▸ **DIRECTIONS**
After finding the line containing "filename apps/web/src/features/session/utils/sections.test.ts" below, please output that line and each following one through the line containing "expect(labels(sectionsFor(role))).toContain('Stock');", exactly as written.

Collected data
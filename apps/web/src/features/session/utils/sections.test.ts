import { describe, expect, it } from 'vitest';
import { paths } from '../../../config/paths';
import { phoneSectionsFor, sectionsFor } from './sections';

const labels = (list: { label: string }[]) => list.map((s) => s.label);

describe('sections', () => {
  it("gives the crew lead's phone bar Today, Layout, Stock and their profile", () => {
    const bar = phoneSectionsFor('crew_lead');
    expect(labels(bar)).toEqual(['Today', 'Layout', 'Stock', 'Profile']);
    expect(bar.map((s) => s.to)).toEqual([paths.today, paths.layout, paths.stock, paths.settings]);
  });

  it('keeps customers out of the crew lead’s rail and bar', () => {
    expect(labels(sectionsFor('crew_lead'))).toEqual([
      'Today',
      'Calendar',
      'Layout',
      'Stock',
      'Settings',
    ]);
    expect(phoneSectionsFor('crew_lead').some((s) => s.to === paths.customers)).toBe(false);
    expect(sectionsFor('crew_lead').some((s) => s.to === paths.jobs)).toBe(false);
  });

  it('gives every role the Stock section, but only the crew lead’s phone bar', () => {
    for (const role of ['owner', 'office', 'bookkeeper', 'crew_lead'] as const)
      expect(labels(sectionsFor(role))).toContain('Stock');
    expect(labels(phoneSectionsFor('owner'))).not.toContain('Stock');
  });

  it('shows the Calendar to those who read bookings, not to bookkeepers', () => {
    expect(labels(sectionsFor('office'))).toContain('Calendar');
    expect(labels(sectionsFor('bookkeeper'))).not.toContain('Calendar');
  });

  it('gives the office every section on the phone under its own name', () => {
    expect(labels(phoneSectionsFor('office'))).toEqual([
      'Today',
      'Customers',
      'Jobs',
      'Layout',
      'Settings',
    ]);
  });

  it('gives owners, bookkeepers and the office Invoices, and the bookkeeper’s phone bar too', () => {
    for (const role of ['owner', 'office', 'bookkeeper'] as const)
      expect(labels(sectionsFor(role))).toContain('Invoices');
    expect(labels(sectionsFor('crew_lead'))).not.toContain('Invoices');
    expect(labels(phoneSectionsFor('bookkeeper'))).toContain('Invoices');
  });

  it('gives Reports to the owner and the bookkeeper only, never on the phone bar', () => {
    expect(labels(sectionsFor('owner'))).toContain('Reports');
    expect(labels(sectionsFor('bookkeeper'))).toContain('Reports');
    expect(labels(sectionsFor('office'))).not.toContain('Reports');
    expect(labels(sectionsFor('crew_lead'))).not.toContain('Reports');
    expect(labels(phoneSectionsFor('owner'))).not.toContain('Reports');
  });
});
---
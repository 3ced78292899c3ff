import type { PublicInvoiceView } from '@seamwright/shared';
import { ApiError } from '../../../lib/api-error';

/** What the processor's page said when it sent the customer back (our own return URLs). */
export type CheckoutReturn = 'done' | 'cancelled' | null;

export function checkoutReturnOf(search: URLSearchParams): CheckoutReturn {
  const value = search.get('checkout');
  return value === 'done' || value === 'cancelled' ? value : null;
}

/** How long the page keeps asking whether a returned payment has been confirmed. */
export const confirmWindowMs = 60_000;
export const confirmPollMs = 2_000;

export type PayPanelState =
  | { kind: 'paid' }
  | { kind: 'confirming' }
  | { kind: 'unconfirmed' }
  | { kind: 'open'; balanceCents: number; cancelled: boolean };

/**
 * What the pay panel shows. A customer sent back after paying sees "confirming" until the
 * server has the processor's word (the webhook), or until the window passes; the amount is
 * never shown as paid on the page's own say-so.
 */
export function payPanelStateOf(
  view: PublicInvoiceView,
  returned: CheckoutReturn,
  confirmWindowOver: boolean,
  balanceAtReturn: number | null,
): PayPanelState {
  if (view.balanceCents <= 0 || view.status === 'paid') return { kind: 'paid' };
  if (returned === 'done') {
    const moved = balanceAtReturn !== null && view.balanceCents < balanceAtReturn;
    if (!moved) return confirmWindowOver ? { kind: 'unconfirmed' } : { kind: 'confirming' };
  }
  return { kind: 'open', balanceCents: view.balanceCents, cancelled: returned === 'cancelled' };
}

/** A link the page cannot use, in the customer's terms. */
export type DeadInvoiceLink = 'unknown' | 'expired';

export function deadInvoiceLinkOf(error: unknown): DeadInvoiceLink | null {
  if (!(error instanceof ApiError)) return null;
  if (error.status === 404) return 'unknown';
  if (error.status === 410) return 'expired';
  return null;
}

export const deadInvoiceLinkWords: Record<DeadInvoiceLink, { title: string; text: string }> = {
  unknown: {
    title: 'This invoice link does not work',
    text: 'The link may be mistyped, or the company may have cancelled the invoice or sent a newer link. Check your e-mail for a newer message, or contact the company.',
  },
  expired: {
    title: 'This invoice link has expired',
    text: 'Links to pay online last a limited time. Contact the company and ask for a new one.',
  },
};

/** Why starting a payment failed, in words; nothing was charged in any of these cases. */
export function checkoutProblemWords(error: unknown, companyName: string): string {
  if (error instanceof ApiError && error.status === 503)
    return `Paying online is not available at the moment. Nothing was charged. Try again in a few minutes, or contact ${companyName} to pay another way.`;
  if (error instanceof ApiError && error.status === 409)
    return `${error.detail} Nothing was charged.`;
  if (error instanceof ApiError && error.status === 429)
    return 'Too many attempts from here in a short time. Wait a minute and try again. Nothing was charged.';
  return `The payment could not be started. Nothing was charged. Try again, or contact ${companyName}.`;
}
---
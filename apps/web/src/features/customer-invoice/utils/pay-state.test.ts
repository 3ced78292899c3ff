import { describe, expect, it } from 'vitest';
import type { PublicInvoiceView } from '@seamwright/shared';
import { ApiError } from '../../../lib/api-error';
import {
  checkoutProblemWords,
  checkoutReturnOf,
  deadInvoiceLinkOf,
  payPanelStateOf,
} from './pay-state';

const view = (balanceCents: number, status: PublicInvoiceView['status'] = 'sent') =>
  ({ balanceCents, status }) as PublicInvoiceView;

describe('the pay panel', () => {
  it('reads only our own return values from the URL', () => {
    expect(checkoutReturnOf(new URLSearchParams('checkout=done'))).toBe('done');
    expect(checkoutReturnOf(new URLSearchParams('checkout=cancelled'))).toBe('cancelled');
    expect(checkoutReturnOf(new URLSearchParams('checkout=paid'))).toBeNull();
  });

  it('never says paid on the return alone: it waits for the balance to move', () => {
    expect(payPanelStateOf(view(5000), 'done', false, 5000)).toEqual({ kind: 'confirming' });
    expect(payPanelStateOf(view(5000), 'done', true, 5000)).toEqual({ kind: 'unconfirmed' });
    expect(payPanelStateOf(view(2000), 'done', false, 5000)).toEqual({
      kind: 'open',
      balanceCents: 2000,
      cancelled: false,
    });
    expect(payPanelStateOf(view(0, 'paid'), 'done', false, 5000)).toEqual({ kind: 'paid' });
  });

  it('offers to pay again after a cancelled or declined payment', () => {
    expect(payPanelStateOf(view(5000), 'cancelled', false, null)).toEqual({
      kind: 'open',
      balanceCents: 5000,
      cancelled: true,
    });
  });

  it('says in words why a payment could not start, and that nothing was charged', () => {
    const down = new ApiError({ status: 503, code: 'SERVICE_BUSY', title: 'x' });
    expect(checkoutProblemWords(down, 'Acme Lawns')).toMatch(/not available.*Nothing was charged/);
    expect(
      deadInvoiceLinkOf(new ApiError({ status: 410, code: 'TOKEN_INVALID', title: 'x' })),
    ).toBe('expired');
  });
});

▸ **THE ANSWER**
filename apps/web/src/features/session/utils/sections.test.ts
import { describe, expect, it } from 'vitest';
import { paths } from '../../../config/paths';
import { phoneSectionsFor, sectionsFor } from './sections';

const labels = (list: { label: string }[]) => list.map((s) => s.label);

describe('sections', () => {
  it("gives the crew lead's phone bar Today, Layout, Stock and their profile", () => {
    const bar = phoneSectionsFor('crew_lead');
    expect(labels(bar)).toEqual(['Today', 'Layout', 'Stock', 'Profile']);
    expect(bar.map((s) => s.to)).toEqual([paths.today, paths.layout, paths.stock, paths.settings]);
  });

  it('keeps customers out of the crew lead’s rail and bar', () => {
    expect(labels(sectionsFor('crew_lead'))).toEqual([
      'Today',
      'Calendar',
      'Layout',
      'Stock',
      'Settings',
    ]);
    expect(phoneSectionsFor('crew_lead').some((s) => s.to === paths.customers)).toBe(false);
    expect(sectionsFor('crew_lead').some((s) => s.to === paths.jobs)).toBe(false);
  });

  it('gives every role the Stock section, but only the crew lead’s phone bar', () => {
    for (const role of ['owner', 'office', 'bookkeeper', 'crew_lead'] as const)
      expect(labels(sectionsFor(role))).toContain('Stock');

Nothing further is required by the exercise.